▶ **Task requirements**:
Copy out each line of the material in which the word "types" appears.

▶ **Task inputs**:
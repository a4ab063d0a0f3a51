package job

import (
	"math"
	"strings"
	"testing"
)

func TestJobErrors(t *testing.T) {
	base := `[net]
file = "wave.obj"
[[stock]]
width_mm = 6000
height_mm = 3210
`
	tests := []struct {
		name, text, want string
	}{
		{"unknown key", base + "colour = \"red\"\n", "job.toml:6: key stock.colour: unknown key"},
		{"near key", base + "hieght_mm = 3\n", "key stock.hieght_mm: unknown key; did you mean stock.height_mm?"},
		{"duplicate stock name", base + "name = \"a\"\n[[stock]]\nname = \"a\"\nwidth_mm = 10\nheight_mm = 10\n", "job.toml:8: key stock[2].name: \"a\" is the name of stock 1 too"},
		{"huge price", base + "price = 1e308\n", "key stock[1].price: 1e+308 must be zero (unknown) or a positive number of at most 1e+12"},
		{"newline in title", "title = \"a\\nb\"\n" + base, "job.toml:1: key title: \"a\\nb\" holds a control character"},
		{"unknown table", "[nett]\nfile = \"x\"\n" + base, "job.toml:1: key nett: unknown key"},
		{"negative tolerance", base + "[flatness]\ntolerance_mm = -1\n", "job.toml:7: key flatness.tolerance_mm: -1 must be more than 0"},
		{"zero tolerance", base + "[flatness]\ntolerance_mm = 0\n", "job.toml:7: key flatness.tolerance_mm: 0 must be more than 0 and at most 1000 mm"},
		{"zero move", base + "[flatness]\nmax_move_mm = 0\n", "job.toml:7: key flatness.max_move_mm: 0 must be more than 0 and at most 100000 mm"},
		{"zero budget", base + "[flatness]\nmax_iterations = 0\n", "job.toml:7: key flatness.max_iterations: 0 must be between 1 and 100000"},
		{"negative fairness", base + "[flatness]\nfairness = -1\n", "job.toml:7: key flatness.fairness: -1 must be between 0 and 1e+06"},
		{"zero width", base + "[member]\nwidth_mm = 0\n", "job.toml:7: key member.width_mm: 0 must be more than 0 and at most 10000 mm"},
		{"zero depth", base + "[member]\ndepth_mm = 0\n", "job.toml:7: key member.depth_mm: 0 must be more than 0 and at most 10000 mm"},
		{"negative type tolerance", base + "[types]\nlength_tol_mm = -1\n", "job.toml:7: key types.length_tol_mm: -1 must be between 0 and 1000 mm"},
		{"negative panel tolerance", base + "[types]\npanel_tol_mm = -1\n", "job.toml:7: key types.panel_tol_mm: -1 must be between 0 and 1000 mm"},
		{"negative merge tolerance", strings.Replace(base, "file = \"wave.obj\"", "file = \"wave.obj\"\nmerge_tol_mm = -1", 1), "job.toml:3: key net.merge_tol_mm: -1 must be a finite number, zero or more"},
		{"bad unit", strings.Replace(base, "file = \"wave.obj\"", "file = \"wave.obj\"\nunit = \"ft\"", 1), "job.toml:3: key net.unit: \"ft\": want mm, cm or m"},
		{"bad axis", base + "[nodes]\naxis = \"diagonal\"\n", "job.toml:7: key nodes.axis"},
		{"no stock", "[net]\nfile = \"wave.obj\"\n", "job.toml: no [[stock]] sheet"},
		{"zero stock", strings.Replace(base, "width_mm = 6000", "width_mm = 0", 1), "job.toml:4: key stock[1].width_mm: 0 mm must be a positive number"},
		{"margin too big", base + "margin_mm = 2000\n", "job.toml:6: key stock[1].margin_mm"},
		{"bad rotation", base + "rotation = \"sideways\"\n", "key stock[1].rotation"},
		{"bad cuts", base + "cuts = \"guillotine\"\n", "job.toml:6: key stock[1].cuts: \"guillotine\" must be \"any\""},
		{"long nesting", base + "[nesting]\nseconds = 1e6\n", "job.toml:7: key nesting.seconds"},
		{"negative steps", base + "[nesting]\nsteps = -1\n", "job.toml:7: key nesting.steps"},
		{"wrong type", base + "[flatness]\ntolerance_mm = \"small\"\n", "job.toml:7: key flatness.tolerance_mm: want a number, got text"},
		{"syntax", "[net\nfile = 1\n", "job.toml:2: TOML syntax: expected '.' or ']'"},
		{"empty", "", "job.toml: empty job file"},
		{"no net", "[[stock]]\nwidth_mm = 1\nheight_mm = 1\n", "key net.file: missing"},
		{"list without ids", base + "[supports]\nmode = \"list\"\n", "key supports.nodes"},
		{"negative rate", base + "[rates]\nnode_each = -5\n", "key rates.node_each"},
		{"bad section", base + "[member]\nsection = \"tube\"\n", "job.toml:7: key member.section: \"tube\": want \"solid\""},
		{"hollow without wall", base + "[member]\nsection = \"hollow\"\n", "job.toml:7: key member.section: \"hollow\" needs wall_mm"},
		{"wall on solid", base + "[member]\nwall_mm = 4\n", "job.toml:7: key member.wall_mm: is read only with section = \"hollow\""},
		{"wall too thick", base + "[member]\nsection = \"hollow\"\nwidth_mm = 60\nwall_mm = 30\n", "job.toml:9: key member.wall_mm: 30 must be more than 0 and less than half"},
		{"mass without mass", base + "[member]\nsection = \"mass\"\n", "job.toml:7: key member.section: \"mass\" needs mass_kg_m"},
		{"negative mass", base + "[member]\nsection = \"mass\"\nmass_kg_m = -3\n", "job.toml:8: key member.mass_kg_m: -3 must be more than 0"},
		{"mass on hollow", base + "[member]\nsection = \"hollow\"\nwall_mm = 4\nmass_kg_m = 3\n", "job.toml:9: key member.mass_kg_m: is read only with section = \"mass\""},
		{"bad tag size", base + "[site]\ntag_size = \"huge\"\n", "job.toml:7: key site.tag_size: \"huge\": want \"office\""},
		{"negative type rate", base + "[rates]\nmember_type_each = -1\n", "job.toml:7: key rates.member_type_each: -1 must be between 0"},
		{"unpriced sheets twice", base + "[rates]\nsheet_each = 100\nsheet_per_m2 = 5\n", "job.toml:8: key rates.sheet_per_m2: 5: give the material of unpriced sheet stock once"},
		{"unknown rate", base + "[rates]\npanel_per_m = 5\n", "job.toml:7: key rates.panel_per_m: unknown key; did you mean rates.panel_per_m2?"},
		{"panel type picks nothing", base + "[[panel_type]]\nbuild_up = \"x\"\n", "job.toml:6: key panel_type[1]: name its panels one way"},
		{"panel type picks twice", base + "[[panel_type]]\ntype = \"PT-001\"\nbays = [\"C3\"]\n", "job.toml:6: key panel_type[1]: name its panels one way"},
		{"panel type bad bay", base + "[[panel_type]]\nbays = [\"c3\"]\n", "job.toml:7: key panel_type[1].bays: \"c3\" is not a bay"},
		{"panel type thin", base + "[[panel_type]]\nbays = [\"C3\"]\nthickness_mm = 0\n", "job.toml:8: key panel_type[1].thickness_mm: 0 must be more than 0"},
		{"panel type dense", base + "[[panel_type]]\nbays = [\"C3\"]\n[[panel_type]]\ntype = \"PT-002\"\ndensity_kg_m3 = -1\n", "job.toml:10: key panel_type[2].density_kg_m3: -1 must be between 0"},
		{"panel type twice", base + "[[panel_type]]\ntype = \"PT-002\"\n[[panel_type]]\ntype = \"PT-002\"\n", "job.toml:9: key panel_type[2].type: \"PT-002\" is given in panel_type 1 too"},
	}
	for _, tc := range tests {
		_, err := Parse([]byte(tc.text), "job.toml")
		if err == nil || !strings.Contains(err.Error(), tc.want) {
			t.Errorf("%s: got %v, want %q", tc.name, err, tc.want)
		}
	}
	if _, err := Parse([]byte(base), "job.toml"); err != nil {
		t.Errorf("minimal job: %v", err)
	}
	// Member mass per metre. A 120 x 60 x 4 mm steel rectangular hollow
	// section weighs about 10.7 kg/m in the EN 10219-2 tables (from
	// memory; its rounded corners take off about 1 %): a fifth of the
	// solid bar of the same outside, 0.120 x 0.060 m x 7850 kg/m³ =
	// 56.52 kg/m. The square-cornered wall area is 2·4·(60 + 120) − 4·4²
	// = 1376 mm², 10.80 kg/m.
	for _, c := range []struct {
		keys string
		want float64
	}{
		{"density_kg_m3 = 7850\n", 56.52},
		{"section = \"hollow\"\nwall_mm = 4\ndensity_kg_m3 = 7850\n", 10.8016},
		{"section = \"mass\"\nmass_kg_m = 10.7\n", 10.7},
	} {
		j, err := Parse([]byte(base+"[member]\nwidth_mm = 60\ndepth_mm = 120\n"+c.keys), "job.toml")
		if err != nil {
			t.Fatalf("%q: %v", c.keys, err)
		}
		if got := j.Member.KgPerM(); math.Abs(got-c.want) > 1e-9 {
			t.Errorf("%q: %.4f kg/m, want %.4f", c.keys, got, c.want)
		}
		if hs, solid := 10.7, 56.52; c.want < 20 && math.Abs(c.want/solid-hs/solid) > 0.01 {
			t.Errorf("%q: %.3f of the solid bar, the handbook section is %.3f", c.keys, c.want/solid, hs/solid)
		}
	}
	for _, c := range []struct{ key, want string }{{"", ""}, {"cuts = \"any\"\n", ""}, {"cuts = \"edge-to-edge\"\n", "edge-to-edge"}} {
		j, err := Parse([]byte(base+c.key), "job.toml")
		if err != nil {
			t.Errorf("%q: %v", c.key, err)
		} else if got := string(j.Stocks()[0].Cuts); got != c.want {
			t.Errorf("%q: cut rule %q, want %q", c.key, got, c.want)
		}
	}
}

// TestPanelTypeMerge: a [[panel_type]] table replaces only the keys it
// gives; the others keep [panel]'s values.
func TestPanelTypeMerge(t *testing.T) {
	text := `[net]
file = "wave.obj"
[panel]
thickness_mm = 16.76
density_kg_m3 = 2500
build_up = "8 + 8 laminated"
edge_work = "flat ground"
coating = "low-e face 3"
[[panel_type]]
bays = ["C3"]
build_up = "10 + 10 laminated"
thickness_mm = 20.76
[[stock]]
width_mm = 6000
height_mm = 3210
`
	j, err := Parse([]byte(text), "job.toml")
	if err != nil {
		t.Fatal(err)
	}
	tb := j.PanelType[0]
	got := tb.Over(j.Panel.PanelSpec)
	want := PanelSpec{BuildUp: "10 + 10 laminated", EdgeWork: "flat ground", Coating: "low-e face 3"}
	if got != want {
		t.Errorf("merged spec %+v, want %+v", got, want)
	}
	m := tb.OverMaterial(j.Material())
	if m.ThicknessMM != 20.76 || m.DensityKgM3 != 2500 {
		t.Errorf("merged material %g mm %g kg/m³, want 20.76 and 2500", m.ThicknessMM, m.DensityKgM3)
	}
	if !tb.Picks() {
		t.Error("a table with bays picks panels")
	}
}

▶ **Exercise result**:
		{"negative type tolerance", base + "[types]\nlength_tol_mm = -1\n", "job.toml:7: key types.length_tol_mm: -1 must be between 0 and 1000 mm"},
		{"negative panel tolerance", base + "[types]\npanel_tol_mm = -1\n", "job.toml:7: key types.panel_tol_mm: -1 must be between 0 and 1000 mm"},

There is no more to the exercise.